> [Stored data]:
@pytest.mark.parametrize("case_id", ["../evil", "/tmp/evil", "a/../../b"])
def test_render_note_rejects_traversal_and_writes_nothing(tmp_path, case_id):
    calls = []
    out = tmp_path / "out"
    with pytest.raises(InputError, match="case_id"):
        render(fixture_case(case_id), out, results=lambda c: calls.append(c) or RESULTS)
    assert calls == []  # rejected before the model runs
    assert not out.exists()
    assert folder_listing(tmp_path) == set()


def test_atomic_write_writes_whole_content_with_umask_permissions(tmp_path):
    target = tmp_path / "results.json"
    notes.atomic_write(target, "première version")
    notes.atomic_write(target, b"\x00second")
    assert target.read_bytes() == b"\x00second"
    assert folder_listing(tmp_path) == {"results.json"}
    umask = os.umask(0)
    os.umask(umask)
    assert target.stat().st_mode & 0o777 == 0o666 & ~umask


@pytest.mark.parametrize("failing", ["fsync", "replace"])
def test_atomic_write_failure_keeps_old_file_and_no_temporary(tmp_path, monkeypatch, failing):
    target = tmp_path / "note.html"
    target.write_text("good note")

    def boom(*args, **kwargs):
        raise OSError("disk full")

    monkeypatch.setattr(os, failing, boom)
    with pytest.raises(OSError, match="disk full"):
        notes.atomic_write(target, "half a note")
    monkeypatch.undo()
    assert target.read_text() == "good note"
    assert folder_listing(tmp_path) == {"note.html"}


# ------------------------------------------------------------------------------------------
# Self-containment check (no kernel)


@pytest.mark.parametrize(
    "snippet",
    [
        "<script>alert(1)</script>",
        '<script src="https://cdn.example.org/x.js"></script>',
        '<link rel="stylesheet" href="https://fonts.example.org/css">',
        '<img src="http://example.org/a.png">',
        '<img src="//example.org/a.png">',
        '<img src="data:image/png;base64,AAAA" onerror="alert(1)">',
        '<a href="javascript:alert(1)">x</a>',
        "<iframe></iframe>",
        "<style>@import 'https://example.org/a.css';</style>",
        "<style>body { background: url(https://example.org/bg.png) }</style>",
        "<div style=\"background: url('https://example.org/bg.png')\">x</div>",
        '<img srcset="https://example.org/a.png 2x">',
    ],
)
def test_check_note_html_finds_unsafe_or_external_content(snippet):
    assert notes.check_note_html(f"<html><body>{snippet}</body></html>")


def test_check_note_html_accepts_embedded_content_and_hyperlinks():
    page = (
        "<html><head><style>.a { background: url(data:image/png;base64,AAAA) }</style></head>"
        '<body style="background: url(data:image/png;base64,AAAA)">'
        '<img src="data:image/png;base64,AAAA"><a href="https://doi.org/10.1000/1">ref</a>'
        "<p>&lt;script&gt;</p></body></html>"
    )
    assert notes.check_note_html(page) == []


# ------------------------------------------------------------------------------------------
# Case, time, template, provenance (no kernel)


def test_prepare_case_from_yaml_makes_it_json_safe(tmp_path):
    path = tmp_path / "case.yaml"
    path.write_text("case_id: c-1\nkind: single-fin\ndate: 2025-01-31\nitems: [1, 2.5, '3 mm']\n")
    prepared = notes.prepare_case(path, validate=False)
    assert prepared.case == {
        "case_id": "c-1",
        "kind": "single-fin",
        "date": "2025-01-31",
        "items": [1, 2.5, "3 mm"],
    }
    assert (prepared.case_id, prepared.kind) == ("c-1", "single-fin")


@pytest.mark.parametrize(
    "case, match",
    [
        ({"case_id": "c", "kind": "heat-sink", "x": float("nan")}, "finite"),
        ({"case_id": "c", "kind": "heat-sink", 3: "three"}, "not a string"),
        ({"case_id": "c", "kind": "heat-sink", "x": {1, 2}}, "type set"),
        ({"kind": "heat-sink"}, "case_id"),
        ({"case_id": "c"}, "kind"),
    ],
)
def test_prepare_case_rejects_bad_mappings(case, match):
    with pytest.raises(InputError, match=match):
        notes.prepare_case(case, validate=False)


def test_note_time_needs_a_time_zone():
    assert notes.parse_note_time(NOTE_TIME) == NOTE_TIME
    aware = dt.datetime(2025, 3, 14, 9, 30, tzinfo=dt.UTC)
    assert notes.parse_note_time(aware) == "2025-03-14T09:30:00+00:00"
    assert dt.datetime.fromisoformat(notes.parse_note_time(None)).tzinfo is not None
    for bad in (dt.datetime(2025, 3, 14, 9, 30), "2025-03-14T09:30:00", "yesterday"):
        with pytest.raises(InputError, match="execution_time"):
            notes.parse_note_time(bad)


def test_template_without_parameters_cell_is_rejected(tmp_path):
    nb = nbformat.read(NOTEBOOKS / "simple.ipynb", as_version=4)
    for cell in nb.cells:
        cell.metadata.pop("tags", None)
    bad = tmp_path / "bad.ipynb"
    nbformat.write(nb, bad)
    with pytest.raises(InputError, match="tagged 'parameters'"):
        render(fixture_case(), tmp_path / "out", template=bad)
    assert not (tmp_path / "out").exists()


def test_template_path_by_kind():
    with pytest.raises(InputError, match="kind='boiler'"):
        notes.template_path("boiler")
    with pytest.raises(InputError, match="not an existing .ipynb"):
        notes.template_path("heat-sink", NOTEBOOKS / "missing.ipynb")
    assert notes.template_path("heat-sink", NOTEBOOKS / "simple.ipynb").name == "simple.ipynb"


def test_provenance_records_versions_and_an_order_independent_hash():
    case = {"case_id": "c-1", "kind": "heat-sink", "power": "45 W", "nested": {"b": 1, "a": 2}}
    reordered = {"nested": {"a": 2, "b": 1}, "power": "45 W", "kind": "heat-sink", "case_id": "c-1"}
    prov = notes.provenance(case, template="simple.ipynb", note_time=NOTE_TIME)
    canonical = '{"case_id":"c-1","kind":"heat-sink","nested":{"a":2,"b":1},"power":"45 W"}'
    assert prov["inputs_sha256"] == hashlib.sha256(canonical.encode()).hexdigest()
    assert notes.inputs_sha256(reordered) == prov["inputs_sha256"]
    assert notes.inputs_sha256({**case, "power": "46 W"}) != prov["inputs_sha256"]
    assert prov["template"] == "simple.ipynb" and prov["note_time"] == NOTE_TIME
    assert (prov["case_id"], prov["kind"]) == ("c-1", "heat-sink")
    for name in ("numpy", "scipy", "CoolProp", "pint", "matplotlib", "papermill", "nbconvert"):
        assert prov["libraries"][name] == version(name)
    assert re.fullmatch(r"3\.\d+\.\d+.*", prov["libraries"]["python"])
    json.dumps(prov, allow_nan=False)  # JSON-safe


def test_ensure_kernel_points_at_this_interpreter():
    import sys

    from jupyter_client.kernelspec import KernelSpecManager

    name = notes.ensure_kernel()
    spec = KernelSpecManager().get_kernel_spec(name)
    assert name == "finkit"
    assert spec.argv[0] in {sys.executable, "python", "python3"}


def test_ensure_kernel_refuses_a_kernel_of_another_interpreter(tmp_path, monkeypatch):
    spec_dir = tmp_path / "kernels" / "finkit-other"
    spec_dir.mkdir(parents=True)
    argv = ["/opt/other-venv/bin/python", "-m", "ipykernel_launcher", "-f", "{connection_file}"]
    (spec_dir / "kernel.json").write_text(
        json.dumps({"argv": argv, "display_name": "other", "language": "python"})
    )
    monkeypatch.setenv("JUPYTER_PATH", str(tmp_path))
    with pytest.raises(NotSupportedError, match="runs /opt/other-venv/bin/python"):
        notes.ensure_kernel("finkit-other")


def test_prepare_case_validates_with_the_case_module():
    case_module = pytest.importorskip("finkit.case")
    path = DEMO_CASES / "nb-fin-study.yaml"
    prepared = notes.prepare_case(path)
    validated = case_module.load_case(path)
    assert prepared.case == json.loads(json.dumps(validated.entered))  # as entered, JSON-safe
    assert (prepared.case_id, prepared.kind) == (validated.case_id, validated.kind)
    assert notes.inputs_sha256(prepared.validated) == case_module.case_inputs_sha256(validated)


# ------------------------------------------------------------------------------------------
# Rendering (kernel: slow)


@pytest.fixture(scope="module")
def simple_note(tmp_path_factory):
    out = tmp_path_factory.mktemp("notes")
    output = render(fixture_case(), out)
    return out, output, output.html.read_text(encoding="utf-8")


@pytest.mark.slow
def test_simple_note_writes_exactly_the_complete_set(simple_note):
    out, output, _ = simple_note
    assert output.folder == out.resolve() / "fixture-1"
    assert folder_listing(out) == {"fixture-1"}  # no scratch folder left
    assert folder_listing(output.folder) == {"note.html", "note.ipynb", "results.json"}
    assert (output.html.name, output.notebook.name, output.results_json.name) == (
        "note.html",
        "note.ipynb",
        "results.json",
    )


@pytest.mark.slow
def test_simple_note_hides_code_and_keeps_outputs(simple_note):
    _, _, html = simple_note
    assert "CODE-MARKER" not in html  # the input of the last cell
    assert "present.key_value_table" not in html
    assert "stream output 42" in html  # its output
    assert "SIMPLE-PROSE-MARKER" in html  # Markdown prose
    assert "In&nbsp;[" not in html  # no prompts


@pytest.mark.slow
def test_simple_note_escapes_case_text(simple_note):
    _, _, html = simple_note
    assert "&lt;script&gt;alert(1)&lt;/script&gt; &amp; &lt;b&gt;co&lt;/b&gt;" in html
    assert "<script" not in html.lower()
    assert "<b>co</b>" not in html


@pytest.mark.slow
def test_simple_note_is_self_contained(simple_note):
    _, _, html = simple_note
    assert external_loads(html) == []
    assert notes.check_note_html(html) == []
    assert "mathjax" not in html.lower() and "require.js" not in html.lower()
    assert "data:image/svg+xml," in html  # the equation
    assert "@page { size: A4;" in html


@pytest.mark.slow
def test_simple_note_records_provenance_everywhere(simple_note):
    _, output, html = simple_note
    results = json.loads(output.results_json.read_text(encoding="utf-8"))
    nb = nbformat.read(output.notebook, as_version=4)
    prov = results["provenance"]
    assert results["status"] == RESULTS["status"] and results["results"] == RESULTS["results"]
    assert results["note_time"] == NOTE_TIME == prov["note_time"]
    assert prov["template"] == "simple.ipynb"
    assert prov["inputs_sha256"] == notes.inputs_sha256(fixture_case())
    assert nb.metadata["finkit"] == {"status": "complete", "provenance": prov}
    meta = re.search(r'<meta[^>]*name="finkit-inputs-sha256"[^>]*>', html)
    assert meta and f'content="{prov["inputs_sha256"]}"' in meta.group(0)
    injected = [c for c in nb.cells if "injected-parameters" in c.metadata.get("tags", [])]
    assert len(injected) == 1 and NOTE_TIME in injected[0].source
    assert "alert(1)" in injected[0].source  # the case as entered reached the kernel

> [Exercise brief]: Everything above from the line containing "scratch folder left" through the line containing "# its output" must be copied exactly. Nothing outside that range belongs in the answer.

> [Answer below]:
    assert folder_listing(out) == {"fixture-1"}  # no scratch folder left
    assert folder_listing(output.folder) == {"note.html", "note.ipynb", "results.json"}
    assert (output.html.name, output.notebook.name, output.results_json.name) == (
        "note.html",
        "note.ipynb",
        "results.json",
    )


@pytest.mark.slow
def test_simple_note_hides_code_and_keeps_outputs(simple_note):
    _, _, html = simple_note
    assert "CODE-MARKER" not in html  # the input of the last cell
    assert "present.key_value_table" not in html
    assert "stream output 42" in html  # its output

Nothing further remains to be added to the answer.